Click here and make sure your audio is on if you think four chords are too few.

Stakes

The only reason you don’t slap your hand onto a hot stove is that you know how much damage and pain it will cause you now and in the future. While permanent damage is a great motivator, our goal is to find something that will push you to stick with your goal of learning without leaving you as physically and mentally scarred. This is where accountability comes in. An interesting example I’ll use is that of the Jewish man A.J. Jacobs.  I mentioned Jewish for a reason. For a long time he had wanted to get in shape, but he could never really commit to it. So one day he decided to write a check for $1,000 and give it to a friend with the instructions that if he was to give up on his goal, his friend was to donate the money to the KKK. As you may assume, he was very motivated to stick with his goal.
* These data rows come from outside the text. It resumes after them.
def boundaries_table(feh: float):
    """The stage map's curves at ``feh`` with a ``curve_description`` column (words and source)."""
    import numpy as np

    from ..stagemap import stage_map

    table = _add_branch_curves(stage_map(feh).to_table(), feh)
    labels = table.meta.get("curve_labels", {})
    codes, inverse = np.unique(np.asarray(table["curve"], dtype=str), return_inverse=True)
    words = []
    for code in codes:
        label = labels.get(str(code), "")
        text = CURVE_WORDS.get(str(code))
        words.append(f"{text} [{label}]" if text and label else (text or label or str(code)))
    table.add_column(np.asarray(words, dtype=object)[inverse.reshape(-1)].astype(str), name="curve_description",
                     index=1)
    table["curve"].description = "Curve code (see curve_description and the curve_descriptions metadata)"
    table["curve_description"].description = "What the curve is, and the relation it comes from"
    table.meta["curve_descriptions"] = dict(zip((str(c) for c in codes), words))
    return table


def cmd_boundaries(args) -> int:
    from ..catalog import write_table

    table = boundaries_table(args.feh)
    table.meta["hrstage_caution"] = CAUTION_LINE
    write_table(table, args.output, format=args.out_format, overwrite=args.overwrite)
    _say(args, f"stage boundaries at [Fe/H] = {args.feh:+.2f} ({len(table)} rows) written to {args.output}")
    return EXIT_OK


def _settings_of(table, extra: dict) -> dict:
    """Settings shown in a report: ours plus what the tagged table's metadata says of its run."""
    out = dict(extra)
    for key in ("hrstage_profile", "hrstage_roles", "hrstage_options"):
        if key in table.meta and key.removeprefix("hrstage_") not in out:
            out[key.removeprefix("hrstage_")] = table.meta[key]
    return out


def _figure_and_report(table, *, title: str, figure_path, report_path, settings: dict, feh: float,
                       overwrite: bool, catalogue=None):
    """Draw the HR diagram of a tagged table, write it to ``figure_path`` (if given) and the HTML
    report (the same figure embedded) to ``report_path`` (if given)."""
    from ..plot import hr_diagram, write_figure
    from ..report import write_report

    ax = hr_diagram(feh=feh, title=title, **_plot_arrays(table))
    if figure_path is not None:
        write_figure(ax, figure_path, overwrite=overwrite)
    if report_path is not None:
        write_report(table, report_path, title=title, settings=settings, overwrite=overwrite, figure=ax,
                     catalogue=catalogue)


def _title_of(path) -> str:
    return f"Stage report: {Path(path).name}"


def cmd_report(args) -> int:
    import matplotlib

    matplotlib.use("Agg")
    from ..catalog.atomic import check_output_path

    report = Path(args.output)
    if report.suffix.lower() not in (".html", ".htm"):
        raise HrstageInputError(f"{report.name}: the report is an HTML file; give -o a .html name")
    figure = Path(args.figure) if args.figure else report.with_name(report.stem + "_hr.png")
    if figure.suffix.lower() not in (".png", ".pdf", ".svg"):
        raise HrstageInputError(f"--figure {figure.name}: expected a .png, .pdf or .svg name")
    if figure.resolve() == report.resolve():
        raise HrstageInputError("--figure and -o name the same file")
    for target in (report, figure):     # before any work: nothing is written if one cannot be
        check_output_path(target, overwrite=args.overwrite, inputs=[args.input])
    table = _tagged_table(args, detail=True)
    title = args.title or _title_of(args.input)
    settings = _settings_of(table, {"catalogue": Path(args.input).name, "draws": args.draws, "seed": args.seed})
    _figure_and_report(table, title=title, figure_path=figure, report_path=report, settings=settings,
                       feh=args.feh if args.feh is not None else 0.0, overwrite=args.overwrite)
    _say(args, f"report on {len(table)} stars written to {report}")
    _say(args, f"HR diagram: {figure}")
    _say(args, CAUTION_LINE)
    return EXIT_OK



DEMO_NAME = "kestrel_targets.ecsv"


def demo_catalogue_path() -> Path:
    """The bundled invented demo catalogue.

    An installed wheel carries it as package data (``hrstage/data/demo/``, copied there at build
    time by ``setup.py``); a source checkout reads it from ``data/demo/``, its one copy in git.
    """
    packaged = Path(__file__).resolve().parents[1] / "data" / "demo" / DEMO_NAME
    if packaged.is_file():
        return packaged
    return Path(__file__).resolve().parents[2] / "data" / "demo" / DEMO_NAME


def cmd_demo(args) -> int:
    import matplotlib

    matplotlib.use("Agg")
    from ..engine import classify_file

    src = Path(args.catalogue) if args.catalogue else demo_catalogue_path()
    if not src.is_file():
        raise HrstageInputError(f"demo catalogue {src} not found; regenerate it with "
                                "data/demo/make_demo_catalogue.py or pass --catalogue PATH")
    out = Path(args.out)
    if out.exists() and not out.is_dir():
        raise HrstageInputError(f"--out {out} exists and is not a folder")
    targets = {"table": out / "demo_tagged.ecsv", "figure": out / "hr_diagram.png", "report": out / "report.html"}
    if not args.overwrite:
        present = [str(p) for p in targets.values() if p.exists()]
        if present:
            raise HrstageInputError(f"{', '.join(present)} already exist(s); pass --overwrite to replace")
    out.mkdir(parents=True, exist_ok=True)
    summary = classify_file(src, targets["table"], overwrite=args.overwrite, n_draws=args.draws, add_columns="all,flag_detail",
                            seed=args.seed, progress=_progress_wanted(args))
    from ..catalog import read_table

    tagged = read_table(targets["table"])
    own = args.catalogue is None
    title = "hrstage demo: Kestrel Deep Field target list (invented)" if own else f"hrstage demo: {src.name}"
    settings = {"catalogue": src.name, "draws": args.draws, "seed": args.seed, "columns": summary["mapping"]}
    _figure_and_report(tagged, title=title, figure_path=targets["figure"], report_path=targets["report"],
                       settings=settings, feh=0.0, overwrite=args.overwrite,
                       catalogue=targets["table"])
    print(f"demo catalogue: {src.name}" + (" (an invented target list; no real stars)" if own else ""))
    for line in _summary_lines(summary)[:-1]:
        print(line)
    print(f"HR diagram: {targets['figure']}")
    print(f"report: {targets['report']}")
    print(CAUTION_LINE)
    return EXIT_OK


# ------------------------------------------------------------------------------- parser
FORMAT_NAMES = ["fits", "votable", "ecsv", "csv", "parquet"]
INPUT_HELP = "catalogue (.fits, .vot/.xml, .ecsv, .csv, .parquet), tagged by 'hrstage classify' or not"
QUIET_HELP = "print nothing but errors"
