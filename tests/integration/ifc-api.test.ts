// IFC in the app: runs imported with a preview first, a roof read from IFC, and a revision exported as IFC4.
import { afterAll, beforeAll, describe, expect, it } from "vitest";
import { GET as exportRevision } from "@/app/api/projects/[projectId]/exports/revision.ifc/route";
import { POST as readRoof } from "@/app/api/projects/[projectId]/models/ifc/route";
import { POST as createRevision } from "@/app/api/projects/[projectId]/models/route";
import { POST as importIfcRuns } from "@/app/api/projects/[projectId]/runs/ifc/route";
import { listRunsByRevision } from "@/db/queries/mep";
import { getRevisionForMep } from "@/db/queries/mep";
import { readIfcRoof } from "@/lib/ifc";
import { StepText } from "@/tests/support/fixtures/ifc-files";
import { runAnalysisJob } from "@/server/jobs/analysis";
import { closeDb, requireIntegrationEnv } from "../support/db";
import { createProjectFixture, type FixtureUser, type ProjectFixture } from "../support/fixtures";
import { buildRequest, routeContext, sessionCookie } from "../support/session";

let fx: ProjectFixture;
const ctx = () => routeContext({ projectId: fx.projectId });

// Two duct segments meeting end to end (IFC4, mm) in a "Supply air" system: one run of three points.
function ductFile() {
  const s = new StepText("IFC4");
  const c = s.project("MILLI");
  const circle = s.add("IFCCIRCLEPROFILEDEF(.AREA.,$,$,150.)");
  const a = s.add(`IFCDUCTSEGMENT('6DuctDuctDuctDuctDuct1',$,'SA',$,$,${s.localPlacement(undefined, [500, 500, 500], [1, 0, 0], [0, 1, 0])},${s.extrusion(c, circle, 3000)},$,.RIGIDSEGMENT.)`);
  const b = s.add(`IFCDUCTSEGMENT('6DuctDuctDuctDuctDuct2',$,'SA',$,$,${s.localPlacement(undefined, [3500, 500, 500], [0, 1, 0], [1, 0, 0])},${s.extrusion(c, circle, 4000)},$,.RIGIDSEGMENT.)`);
  const system = s.add(`IFCDISTRIBUTIONSYSTEM('6SystemSystemSystemSy1',$,'Supply air',$,$,$,.VENTILATION.)`);
  s.add(`IFCRELASSIGNSTOGROUP('6GroupGroupGroupGroup1',$,$,$,(${a},${b}),$,${system})`);
  return s.text();
}

async function send(path: string, user: FixtureUser, bytes: Uint8Array | string, handler: typeof importIfcRuns) {
  const headers = new Headers({ "content-type": "application/octet-stream", cookie: await sessionCookie(user) });
  return handler(new Request(new URL(path, "http://127.0.0.1"), { method: "POST", headers, body: typeof bytes === "string" ? bytes : Buffer.from(bytes) }), ctx());
}

beforeAll(async () => {
  requireIntegrationEnv();
  fx = await createProjectFixture("ifc-api");
  const body = { kind: "generate", params: { name: "Test grid", spanX: 6, spanY: 6, module: 3, depth: 1.5 } };
  const response = await createRevision(await buildRequest(`/api/projects/${fx.projectId}/models`, { method: "POST", body, user: fx.users.structural_engineer }), ctx());
  expect(response.status).toBe(202);
  expect(await runAnalysisJob((await response.json()).job.id)).toBe("done");
});
afterAll(closeDb);

describe("IFC runs import", () => {
  const url = (query: string) => `/api/projects/${fx.projectId}/runs/ifc?revision=1&${query}`;
  const storedRuns = async () => listRunsByRevision({ revisionId: (await getRevisionForMep({ projectId: fx.projectId, number: 1 }))!.id });

  it("refuses viewers and architects (403); a file that is not IFC is a 400", async () => {
    expect((await send(url("preview=1"), fx.users.viewer, ductFile(), importIfcRuns)).status).toBe(403);
    expect((await send(url("preview=1"), fx.users.architect, ductFile(), importIfcRuns)).status).toBe(403);
    const bad = await send(url("preview=1"), fx.users.mep_engineer, "hello", importIfcRuns);
    expect(bad.status).toBe(400);
    expect(await storedRuns()).toEqual([]);
  });

  it("previews runs and counts per system without storing; confirming stores them; a re-import updates the same run", async () => {
    const preview = await send(url("preview=1"), fx.users.mep_engineer, ductFile(), importIfcRuns);
    expect(preview.status).toBe(200);
    const shown = await preview.json();
    expect(shown.systems).toEqual({ "Supply air": 1 });
    expect(shown.runs[0].points).toEqual([
      { x: 0.5, y: 0.5, z: 0.5 },
      { x: 3.5, y: 0.5, z: 0.5 },
      { x: 3.5, y: 4.5, z: 0.5 },
    ]);
    expect(await storedRuns()).toEqual([]);
    const stored = await send(url("preview=0"), fx.users.mep_engineer, ductFile(), importIfcRuns);
    expect(stored.status).toBe(201);
    expect((await stored.json()).imported).toEqual(["6DuctDuctDuctDuctDuct1"]);
    expect((await send(url("preview=0"), fx.users.mep_engineer, ductFile(), importIfcRuns)).status).toBe(201);
    expect((await storedRuns()).map((r) => r.id)).toEqual(["6DuctDuctDuctDuctDuct1"]);
  });
});

describe("IFC export of a revision and roof import", () => {
  it("exports the revision with a result's force state; the roof route reads it back with the same members", async () => {
    const revision = (await getRevisionForMep({ projectId: fx.projectId, number: 1 }))!;
    const result = revision.model.loadCases[0].id;
    const response = await exportRevision(await buildRequest(`/api/projects/${fx.projectId}/exports/revision.ifc?revision=1&result=${result}`, { user: fx.users.viewer }), ctx());
    expect(response.status).toBe(200);
    const text = await response.text();
    expect(text).toContain("FILE_SCHEMA(('IFC4'))");
    expect(text).toContain(`IFCIDENTIFIER('${result}')`);
    const read = await readIfcRoof(new TextEncoder().encode(text));
    if ("message" in read) throw new Error(read.message);
    expect(read.model!.members.map((m) => m.id).sort()).toEqual(revision.model.members.map((m) => m.id).sort());

    expect((await send(`/api/projects/${fx.projectId}/models/ifc`, fx.users.architect, text, readRoof)).status).toBe(403);
    const roof = await send(`/api/projects/${fx.projectId}/models/ifc`, fx.users.structural_engineer, text, readRoof);
    expect(roof.status).toBe(200);
    const body = await roof.json();
    expect(body.source).toBe("physical members");
    expect(body.model.members).toHaveLength(revision.model.members.length);
    const unknown = await exportRevision(await buildRequest(`/api/projects/${fx.projectId}/exports/revision.ifc?result=nope`, { user: fx.users.viewer }), ctx());
    expect(unknown.status).toBe(400);
  });
});
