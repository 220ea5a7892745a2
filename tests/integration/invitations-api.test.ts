import { eq } from "drizzle-orm";
import { afterAll, beforeAll, describe, expect, it } from "vitest";
import { GET as listInvitations, POST as invite } from "@/app/api/projects/[projectId]/invitations/route";
import { GET as checkToken, POST as accept } from "@/app/api/invitations/[token]/route";
import { auditEvents, invitations, memberships, users } from "@/db/schema";
import { hashToken } from "@/lib/team/invitation-link";
import { ROLES } from "@/lib/permissions";
import { closeDb, getDb, requireIntegrationEnv } from "../support/db";
import { createFixtureUser, createProjectFixture, type ProjectFixture } from "../support/fixtures";
import { buildRequest, routeContext } from "../support/session";

let fx: ProjectFixture;
const path = () => `/api/projects/${fx.projectId}/invitations`;
const ctx = () => routeContext({ projectId: fx.projectId });
let counter = 0;
const freshEmail = () => `invitee-${Date.now().toString(36)}-${counter++}@fixture.test`;

async function createAsOwner(email: string, role = "architect") {
  const response = await invite(await buildRequest(path(), { method: "POST", body: { email, role }, user: fx.users.owner }), ctx());
  expect(response.status).toBe(201);
  const body = await response.json();
  const token = new URL(body.joinLink).pathname.split("/").pop()!;
  return { body, token };
}

const tokenCtx = (token: string) => routeContext({ token });

beforeAll(async () => {
  requireIntegrationEnv();
  fx = await createProjectFixture("invitations-api");
});
afterAll(closeDb);

describe("POST/GET /api/projects/[projectId]/invitations", () => {
  it("answers 401 without a session and 404 to a non-member", async () => {
    expect((await invite(await buildRequest(path(), { method: "POST", body: { email: freshEmail(), role: "viewer" } }), ctx())).status).toBe(401);
    expect((await listInvitations(await buildRequest(path()), ctx())).status).toBe(401);
    expect((await invite(await buildRequest(path(), { method: "POST", body: { email: freshEmail(), role: "viewer" }, user: fx.users.outsider }), ctx())).status).toBe(404);
  });

  it.each(ROLES.filter((r) => r !== "owner"))("answers 403 to a %s", async (role) => {
    expect((await invite(await buildRequest(path(), { method: "POST", body: { email: freshEmail(), role: "viewer" }, user: fx.users[role] }), ctx())).status).toBe(403);
    expect((await listInvitations(await buildRequest(path(), { user: fx.users[role] }), ctx())).status).toBe(403);
  });

  it("answers 400 with an issue per malformed field", async () => {
    const response = await invite(await buildRequest(path(), { method: "POST", body: { email: "not-an-email", role: "boss" }, user: fx.users.owner }), ctx());
    expect(response.status).toBe(400);
    const { issues } = await response.json();
    expect(issues.map((i: { path: string }) => i.path).sort()).toEqual(["email", "role"]);
  });

  it("creates an invitation with a join link, stores only the token's hash, and audits it", async () => {
    const email = freshEmail();
    const { body, token } = await createAsOwner(email.toUpperCase());
    expect(body.invitation).toMatchObject({ email, role: "architect", acceptedAt: null });
    expect(body.joinLink).toMatch(/\/join\/[A-Za-z0-9_-]{40,}$/);
    const [row] = await getDb().select().from(invitations).where(eq(invitations.id, body.invitation.id));
    expect(row.tokenHash).toBe(hashToken(token));
    expect(row.tokenHash).not.toContain(token);
    const [event] = await getDb().select().from(auditEvents).where(eq(auditEvents.subjectId, body.invitation.id));
    expect(event).toMatchObject({ action: "invitation.created", actorId: fx.users.owner.id });
    const list = await (await listInvitations(await buildRequest(path(), { user: fx.users.owner }), ctx())).json();
    expect(list.invitations.map((i: { id: string }) => i.id)).toContain(body.invitation.id);
    expect(JSON.stringify(list)).not.toMatch(/tokenHash/);
  });

  it("refuses a duplicate: someone already on the team, or a pending invitation", async () => {
    const member = await invite(await buildRequest(path(), { method: "POST", body: { email: fx.users.viewer.email, role: "architect" }, user: fx.users.owner }), ctx());
    expect(member.status).toBe(409);
    expect((await member.json()).issues).toEqual([{ path: "email", message: expect.any(String) }]);
    const email = freshEmail();
    await createAsOwner(email);
    const again = await invite(await buildRequest(path(), { method: "POST", body: { email, role: "viewer" }, user: fx.users.owner }), ctx());
    expect(again.status).toBe(409);
  });
});

describe("GET/POST /api/invitations/[token]", () => {
  it("answers 404 for an unknown token", async () => {
    const token = "x".repeat(43);
    expect((await checkToken(await buildRequest(`/api/invitations/${token}`), tokenCtx(token))).status).toBe(404);
    expect((await accept(await buildRequest(`/api/invitations/${token}`, { method: "POST", body: { name: "A", password: "long-enough-pw" } }), tokenCtx(token))).status).toBe(404);
  });

  it("lets a newcomer join with a name and password, once", async () => {
    const email = freshEmail();
    const { token } = await createAsOwner(email, "mep_engineer");
    const check = await (await checkToken(await buildRequest(`/api/invitations/${token}`), tokenCtx(token))).json();
    expect(check.invitation).toMatchObject({ status: "pending", email, role: "mep_engineer", accountExists: false, project: { id: fx.projectId } });

    const bad = await accept(await buildRequest(`/api/invitations/${token}`, { method: "POST", body: { name: "", password: "short" } }), tokenCtx(token));
    expect(bad.status).toBe(400);
    expect((await bad.json()).issues.map((i: { path: string }) => i.path).sort()).toEqual(["name", "password"]);

    const ok = await accept(await buildRequest(`/api/invitations/${token}`, { method: "POST", body: { name: "Nadia Quill", password: "a-long-password" } }), tokenCtx(token));
    expect(ok.status).toBe(201);
    const { user } = await ok.json();
    expect(user).toEqual({ id: expect.any(String), email, name: "Nadia Quill" });
    const [membership] = await getDb().select().from(memberships).where(eq(memberships.userId, user.id));
    expect(membership).toMatchObject({ projectId: fx.projectId, role: "mep_engineer" });

    const used = await accept(await buildRequest(`/api/invitations/${token}`, { method: "POST", body: { name: "Nadia Quill", password: "a-long-password" } }), tokenCtx(token));
    expect(used.status).toBe(410);
    expect((await used.json()).error).toMatch(/already been used/);
    const status = await (await checkToken(await buildRequest(`/api/invitations/${token}`), tokenCtx(token))).json();
    expect(status.invitation.status).toBe("accepted");
  });

  it("refuses an expired invitation and writes nothing", async () => {
    const email = freshEmail();
    const { token } = await createAsOwner(email);
    await getDb().update(invitations).set({ expiresAt: new Date(Date.now() - 1000) }).where(eq(invitations.tokenHash, hashToken(token)));
    const response = await accept(await buildRequest(`/api/invitations/${token}`, { method: "POST", body: { name: "Late Comer", password: "a-long-password" } }), tokenCtx(token));
    expect(response.status).toBe(410);
    expect((await response.json()).error).toMatch(/expired/);
    expect(await getDb().select().from(users).where(eq(users.email, email))).toEqual([]);
  });

  it("asks an existing account to sign in, and refuses a different signed-in account", async () => {
    const existing = await createFixtureUser("invitations-existing");
    const { token } = await createAsOwner(existing.email, "viewer");
    const check = await (await checkToken(await buildRequest(`/api/invitations/${token}`), tokenCtx(token))).json();
    expect(check.invitation.accountExists).toBe(true);

    const anonymous = await accept(await buildRequest(`/api/invitations/${token}`, { method: "POST", body: { name: "Someone", password: "a-long-password" } }), tokenCtx(token));
    expect(anonymous.status).toBe(401);
    const wrongPerson = await accept(await buildRequest(`/api/invitations/${token}`, { method: "POST", body: {}, user: fx.users.outsider }), tokenCtx(token));
    expect(wrongPerson.status).toBe(403);
    expect(await getDb().select().from(memberships).where(eq(memberships.userId, existing.id))).toEqual([]);

    const ok = await accept(await buildRequest(`/api/invitations/${token}`, { method: "POST", body: {}, user: existing }), tokenCtx(token));
    expect(ok.status).toBe(201);
    const [membership] = await getDb().select().from(memberships).where(eq(memberships.userId, existing.id));
    expect(membership.role).toBe("viewer");
    const [inv] = await getDb().select().from(invitations).where(eq(invitations.tokenHash, hashToken(token)));
    expect(inv.acceptedBy).toBe(existing.id);
  });
});
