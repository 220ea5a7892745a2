import { afterAll, beforeAll, describe, expect, it } from "vitest";
import { requireProjectRole } from "@/lib/auth/guard";
import { getRequestUser, verifySessionCookie } from "@/lib/auth/session-cookie";
import { ForbiddenError, NotFoundError, UnauthorizedError } from "@/lib/http/errors";
import { closeDb, requireIntegrationEnv } from "../support/db";
import { createProjectFixture, type ProjectFixture } from "../support/fixtures";
import { buildRequest, sessionCookie } from "../support/session";

let fx: ProjectFixture;

beforeAll(async () => {
  requireIntegrationEnv();
  fx = await createProjectFixture("session");
});
afterAll(closeDb);

describe("session helpers", () => {
  it("reads the user from a route handler request and from a raw Cookie header", async () => {
    const person = fx.users.mep_engineer;
    const expected = { id: person.id, email: person.email, name: person.name };
    expect(await getRequestUser(await buildRequest("/x", { user: person }))).toEqual(expected);
    expect(await verifySessionCookie(`theme=dark; ${await sessionCookie(person)}; other=1`)).toEqual(expected);
  });

  it("rejects missing, forged and foreign-secret cookies", async () => {
    expect(await verifySessionCookie(undefined)).toBeNull();
    expect(await verifySessionCookie("next-auth.session-token=forged")).toBeNull();
    const real = await sessionCookie(fx.users.viewer);
    const secret = process.env.NEXTAUTH_SECRET;
    process.env.NEXTAUTH_SECRET = "a-different-secret-entirely";
    try {
      expect(await verifySessionCookie(real)).toBeNull();
    } finally {
      process.env.NEXTAUTH_SECRET = secret;
    }
  });
});

describe("requireProjectRole", () => {
  it("throws 401, 404 and 403 in that order, and returns the membership when allowed", async () => {
    await expect(requireProjectRole(null, fx.projectId, "project.read")).rejects.toBeInstanceOf(UnauthorizedError);
    await expect(requireProjectRole(fx.users.outsider, fx.projectId, "project.read")).rejects.toBeInstanceOf(NotFoundError);
    await expect(requireProjectRole(fx.users.viewer, fx.projectId, "pin.create")).rejects.toBeInstanceOf(ForbiddenError);
    const membership = await requireProjectRole(fx.users.structural_engineer, fx.projectId, "model.edit");
    expect(membership).toMatchObject({ projectId: fx.projectId, userId: fx.users.structural_engineer.id, role: "structural_engineer" });
  });
});
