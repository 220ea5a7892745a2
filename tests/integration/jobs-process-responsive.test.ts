// The jobs process keeps answering while an analysis computes (issue 13): the solve, the review and the bytes to
// store run in a worker thread (server/jobs/analysis-thread.ts), so the process's event loop serves its health
// endpoint, the mail outbox and other jobs' progress meanwhile. When the computation held the event loop, a health
// request waited for the whole phase. No clock: the test counts health answers that come back while the job's row
// still says it is analysing or reviewing, one request after another until the job is done.
import { afterAll, beforeAll, describe, expect, it } from "vitest";
import { POST as createRevision } from "@/app/api/projects/[projectId]/models/route";
import { freePort } from "@/scripts/stack/ports.mjs";
import { closeDb, requireIntegrationEnv } from "../support/db";
import { createProjectFixture, type ProjectFixture } from "../support/fixtures";
import { jobRow } from "../support/job-queue";
import { startJobsProcess, type JobsProcess } from "../support/jobs-process";
import { until } from "../support/realtime";
import { buildRequest, routeContext } from "../support/session";

let fx: ProjectFixture;
let jobsProcess: JobsProcess;
let port: number;
// 50 x 50 bays, 20,000 members: a computation long enough for several health round trips on any machine.
const roof = { kind: "generate", params: { name: "Responsive grid", spanX: 150, spanY: 150, module: 3, depth: 2.5 } };

beforeAll(async () => {
  requireIntegrationEnv();
  fx = await createProjectFixture("jobs-responsive");
  port = await freePort();
  jobsProcess = await startJobsProcess({ JOBS_PORT: String(port) });
  await until(() => jobsProcess.running(), "the jobs process serving its queues", 120_000);
});
afterAll(async () => {
  await jobsProcess.stop();
  await closeDb();
});

describe("the jobs process while an analysis computes", () => {
  it("answers its health endpoint during the analysis and review phases, and then stores the analysis", { timeout: 300_000 }, async () => {
    const response = await createRevision(await buildRequest(`/api/projects/${fx.projectId}/models`, { method: "POST", body: roof, user: fx.users.structural_engineer }), routeContext({ projectId: fx.projectId }));
    expect(response.status).toBe(202);
    const { job } = (await response.json()) as { job: { id: string } };

    let answeredWhileComputing = 0;
    for (;;) {
      const health = await fetch(`http://127.0.0.1:${port}/health`);
      expect(health.status).toBe(200);
      const row = await jobRow(job.id);
      if (row.state === "done" || row.state === "failed") break;
      if (row.phase === "analysis" || row.phase === "review") answeredWhileComputing += 1;
    }
    expect(await jobRow(job.id)).toMatchObject({ state: "done", error: null });
    expect(answeredWhileComputing).toBeGreaterThanOrEqual(3);
    expect(jobsProcess.running()).toBe(true);
  });
});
Also, you should have these two facts in mind:

  • Having a person that holds you accountable regularly increases your chances of success by up to 2x
  • Having a financial stake increases your chances of success by up to 3x

A suggestion

If you were to pair this strategy with several others like The Pomodoro Technique and The Feynman Technique, you should definitely improve your odds of success within six months. An important note for those who got this far, the exact time will not be six months. It could be less and it could be more. The general guide I’d provide is six to twelve months of diligent practice or study. That will put you in the 5% most skilled/knowledgeable in the world at something.